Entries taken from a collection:
────

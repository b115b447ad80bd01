import fc from "fast-check";
import { describe, expect, it } from "vitest";
import { buildDesignSchema, evaluateBuild, resolveBuild, type BuildDesignInput } from "@/lib/retrofit";
import type { DriverModeInput } from "@/lib/parts";
import { CELL, DRIVER, EMITTER, PASTE } from "./fixtures/parts";

/** Every number in a value, with its path. */
function numbers(v: unknown, path: string, out: [string, number][]): [string, number][] {
  if (typeof v === "number") out.push([path, v]);
  else if (Array.isArray(v)) v.forEach((x, i) => numbers(x, `${path}[${i}]`, out));
  else if (v !== null && typeof v === "object") for (const [k, x] of Object.entries(v)) numbers(x, `${path}.${k}`, out);
  return out;
}

const materials = ["aluminium-6063-t5", "steel-plain-carbon", "brass-cartridge", "copper-pure", "stainless-304"] as const;

const design: fc.Arbitrary<BuildDesignInput> = fc
  .record({
    declared: fc.boolean(),
    kPerW: fc.double({ min: 0.5, max: 60, noNaN: true }),
    fins: fc.integer({ min: 0, max: 14 }),
    finH: fc.double({ min: 0.003, max: 0.04, noNaN: true }),
    count: fc.integer({ min: 1, max: 6 }),
    parallelWiring: fc.boolean(),
    currents: fc.array(fc.double({ min: 0.05, max: 4, noNaN: true }), { minLength: 1, maxLength: 3 }),
    powerMode: fc.option(fc.double({ min: 0.5, max: 15, noNaN: true }), { nil: undefined }),
    area: fc.double({ min: 0.005, max: 0.2, noNaN: true }),
    material: fc.constantFrom(...materials),
    sealed: fc.boolean(),
    mount: fc.constantFrom("in-housing-air", "pressed-to-wall", "through-reflector"),
    cooling: fc.constantFrom("floating", "ground-plane-to-wall", "strapped"),
    series: fc.integer({ min: 1, max: 2 }),
    parallel: fc.integer({ min: 1, max: 4 }),
    charger: fc.constantFrom("none", "linear", "switching"),
    ambientC: fc.double({ min: -20, max: 45, noNaN: true }),
    lying: fc.boolean(),
    breeze: fc.option(fc.double({ min: 0.5, max: 10, noNaN: true }), { nil: undefined }),
    board: fc.boolean(),
  })
  .map((r): BuildDesignInput => {
    const sink = r.declared
      ? { inline: { rating: "declared" as const, sinkToAirKPerW: r.kPerW, ratedAirflow: "natural" as const } }
      : { inline: { rating: "geometry" as const, baseLengthM: 0.05, baseWidthM: 0.05, baseThicknessM: 0.003, finCount: r.fins, finHeightM: r.finH, finThicknessM: 0.0015, finSpacingM: 0.002, material: "aluminium-6063-t5", finish: "anodised" as const } };
    const modes: DriverModeInput[] = r.currents.map((c, i) => ({ name: `m${i}`, outputCurrentA: c, efficiency: 0.85 }));
    if (r.powerMode !== undefined) modes.push({ name: "power", outputPowerW: r.powerMode, efficiency: 0.85 });
    const mount =
      r.mount === "in-housing-air"
        ? { kind: "in-housing-air" as const }
        : r.mount === "pressed-to-wall"
          ? { kind: "pressed-to-wall" as const, interface: PASTE }
          : { kind: "through-reflector" as const, reflector: { material: "aluminium-6063-t5", thicknessM: 0.001, lengthM: 0.03, meanCircumferenceM: 0.1, rimContactAreaM2: 3e-4 } };
    const cooling =
      r.cooling === "strapped"
        ? { kind: "strapped" as const, spreader: { inline: { material: "copper-pure", thicknessM: 70e-6, widthM: 0.02, lengthM: 0.05 } } }
        : r.cooling === "ground-plane-to-wall"
          ? { kind: "ground-plane-to-wall" as const }
          : { kind: "floating" as const };
    return {
      housing: { inline: { material: r.material, wallThicknessM: 0.001, outerAreaM2: r.area, emissivity: 0.5, enclosure: r.sealed ? "sealed" : "vented" } },
      lightEngine: { emitter: EMITTER, count: r.count, wiring: r.parallelWiring ? "parallel" : "series", interface: PASTE, heatsink: sink, mount, ...(r.board ? { board: { areaM2: 5e-4, thicknessM: 0.0016, material: "aluminium-6061-t6" } } : {}) },
      driver: { part: { inline: { ...DRIVER.inline, modes } }, cooling },
      pack: {
        cell: CELL,
        series: r.series,
        parallel: r.parallel,
        ...(r.charger === "none" ? {} : { charger: { inline: r.charger === "linear" ? { topology: "linear" as const, chargeCurrentA: 1, inputVoltageV: 5 } : { topology: "switching" as const, chargeCurrentA: 2, inputVoltageV: 12, efficiency: 0.88 } } }),
      },
      environment: { ambientC: r.ambientC, orientation: r.lying ? "lying" : "upright", air: r.breeze === undefined ? { kind: "still" } : { kind: "breeze", speedMPerS: r.breeze }, contact: "hold-1min" },
    };
  });

describe("properties of evaluateBuild (fast-check)", () => {
  it("never throws and never puts NaN or Infinity anywhere, for random valid builds", () => {
    fc.assert(
      fc.property(design, fc.boolean(), (d, full) => {
        const r = resolveBuild(buildDesignSchema.parse(d), () => undefined);
        expect(r.ok).toBe(true);
        const out = evaluateBuild(r.build, { skipWarmup: !full, skipWhatItTakes: !full });
        const bad = numbers(out, "result", []).filter(([, x]) => !Number.isFinite(x));
        expect(bad).toEqual([]);
        // The JSON-safety net replaces non-finite figures and says so; it must have had nothing to do.
        expect(out.problems.filter((p) => p.message.startsWith("a figure could not be worked out"))).toEqual([]);
        expect(JSON.parse(JSON.stringify(out))).toEqual(out);
      }),
      { numRuns: 60 },
    );
  });
});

────

→ YOUR OBJECTIVE:
Whatever lines appear above, reproduce every one of them exactly.

→ RESULT OF THIS TASK:
repository b115b447ad80bd01
import fc from "fast-check";
import { describe, expect, it } from "vitest";
import { buildDesignSchema, evaluateBuild, resolveBuild, type BuildDesignInput } from "@/lib/retrofit";
import type { DriverModeInput } from "@/lib/parts";
import { CELL, DRIVER, EMITTER, PASTE } from "./fixtures/parts";

/** Every number in a value, with its path. */
function numbers(v: unknown, path: string, out: [string, number][]): [string, number][] {
  if (typeof v === "number") out.push([path, v]);
  else if (Array.isArray(v)) v.forEach((x, i) => numbers(x, `${path}[${i}]`, out));
  else if (v !== null && typeof v === "object") for (const [k, x] of Object.entries(v)) numbers(x, `${path}.${k}`, out);
  return out;
}

const materials = ["aluminium-6063-t5", "steel-plain-carbon", "brass-cartridge", "copper-pure", "stainless-304"] as const;

const design: fc.Arbitrary<BuildDesignInput> = fc
  .record({
    declared: fc.boolean(),
    kPerW: fc.double({ min: 0.5, max: 60, noNaN: true }),
    fins: fc.integer({ min: 0, max: 14 }),
    finH: fc.double({ min: 0.003, max: 0.04, noNaN: true }),
    count: fc.integer({ min: 1, max: 6 }),
    parallelWiring: fc.boolean(),
    currents: fc.array(fc.double({ min: 0.05, max: 4, noNaN: true }), { minLength: 1, maxLength: 3 }),
    powerMode: fc.option(fc.double({ min: 0.5, max: 15, noNaN: true }), { nil: undefined }),
    area: fc.double({ min: 0.005, max: 0.2, noNaN: true }),
    material: fc.constantFrom(...materials),
    sealed: fc.boolean(),
    mount: fc.constantFrom("in-housing-air", "pressed-to-wall", "through-reflector"),
    cooling: fc.constantFrom("floating", "ground-plane-to-wall", "strapped"),
    series: fc.integer({ min: 1, max: 2 }),
    parallel: fc.integer({ min: 1, max: 4 }),
    charger: fc.constantFrom("none", "linear", "switching"),
    ambientC: fc.double({ min: -20, max: 45, noNaN: true }),
    lying: fc.boolean(),
    breeze: fc.option(fc.double({ min: 0.5, max: 10, noNaN: true }), { nil: undefined }),
    board: fc.boolean(),
  })
  .map((r): BuildDesignInput => {
    const sink = r.declared
      ? { inline: { rating: "declared" as const, sinkToAirKPerW: r.kPerW, ratedAirflow: "natural" as const } }
      : { inline: { rating: "geometry" as const, baseLengthM: 0.05, baseWidthM: 0.05, baseThicknessM: 0.003, finCount: r.fins, finHeightM: r.finH, finThicknessM: 0.0015, finSpacingM: 0.002, material: "aluminium-6063-t5", finish: "anodised" as const } };
    const modes: DriverModeInput[] = r.currents.map((c, i) => ({ name: `m${i}`, outputCurrentA: c, efficiency: 0.85 }));
    if (r.powerMode !== undefined) modes.push({ name: "power", outputPowerW: r.powerMode, efficiency: 0.85 });
    const mount =
      r.mount === "in-housing-air"
        ? { kind: "in-housing-air" as const }
        : r.mount === "pressed-to-wall"
          ? { kind: "pressed-to-wall" as const, interface: PASTE }
          : { kind: "through-reflector" as const, reflector: { material: "aluminium-6063-t5", thicknessM: 0.001, lengthM: 0.03, meanCircumferenceM: 0.1, rimContactAreaM2: 3e-4 } };
    const cooling =
      r.cooling === "strapped"
        ? { kind: "strapped" as const, spreader: { inline: { material: "copper-pure", thicknessM: 70e-6, widthM: 0.02, lengthM: 0.05 } } }
        : r.cooling === "ground-plane-to-wall"
          ? { kind: "ground-plane-to-wall" as const }
          : { kind: "floating" as const };
    return {
      housing: { inline: { material: r.material, wallThicknessM: 0.001, outerAreaM2: r.area, emissivity: 0.5, enclosure: r.sealed ? "sealed" : "vented" } },
      lightEngine: { emitter: EMITTER, count: r.count, wiring: r.parallelWiring ? "parallel" : "series", interface: PASTE, heatsink: sink, mount, ...(r.board ? { board: { areaM2: 5e-4, thicknessM: 0.0016, material: "aluminium-6061-t6" } } : {}) },
      driver: { part: { inline: { ...DRIVER.inline, modes } }, cooling },
      pack: {
        cell: CELL,
        series: r.series,
        parallel: r.parallel,
        ...(r.charger === "none" ? {} : { charger: { inline: r.charger === "linear" ? { topology: "linear" as const, chargeCurrentA: 1, inputVoltageV: 5 } : { topology: "switching" as const, chargeCurrentA: 2, inputVoltageV: 12, efficiency: 0.88 } } }),
      },
      environment: { ambientC: r.ambientC, orientation: r.lying ? "lying" : "upright", air: r.breeze === undefined ? { kind: "still" } : { kind: "breeze", speedMPerS: r.breeze }, contact: "hold-1min" },
    };
  });

describe("properties of evaluateBuild (fast-check)", () => {
  it("never throws and never puts NaN or Infinity anywhere, for random valid builds", () => {
    fc.assert(
      fc.property(design, fc.boolean(), (d, full) => {
        const r = resolveBuild(buildDesignSchema.parse(d), () => undefined);
        expect(r.ok).toBe(true);
        const out = evaluateBuild(r.build, { skipWarmup: !full, skipWhatItTakes: !full });
        const bad = numbers(out, "result", []).filter(([, x]) => !Number.isFinite(x));
        expect(bad).toEqual([]);
        // The JSON-safety net replaces non-finite figures and says so; it must have had nothing to do.
        expect(out.problems.filter((p) => p.message.startsWith("a figure could not be worked out"))).toEqual([]);
        expect(JSON.parse(JSON.stringify(out))).toEqual(out);
      }),
      { numRuns: 60 },
    );
  });
});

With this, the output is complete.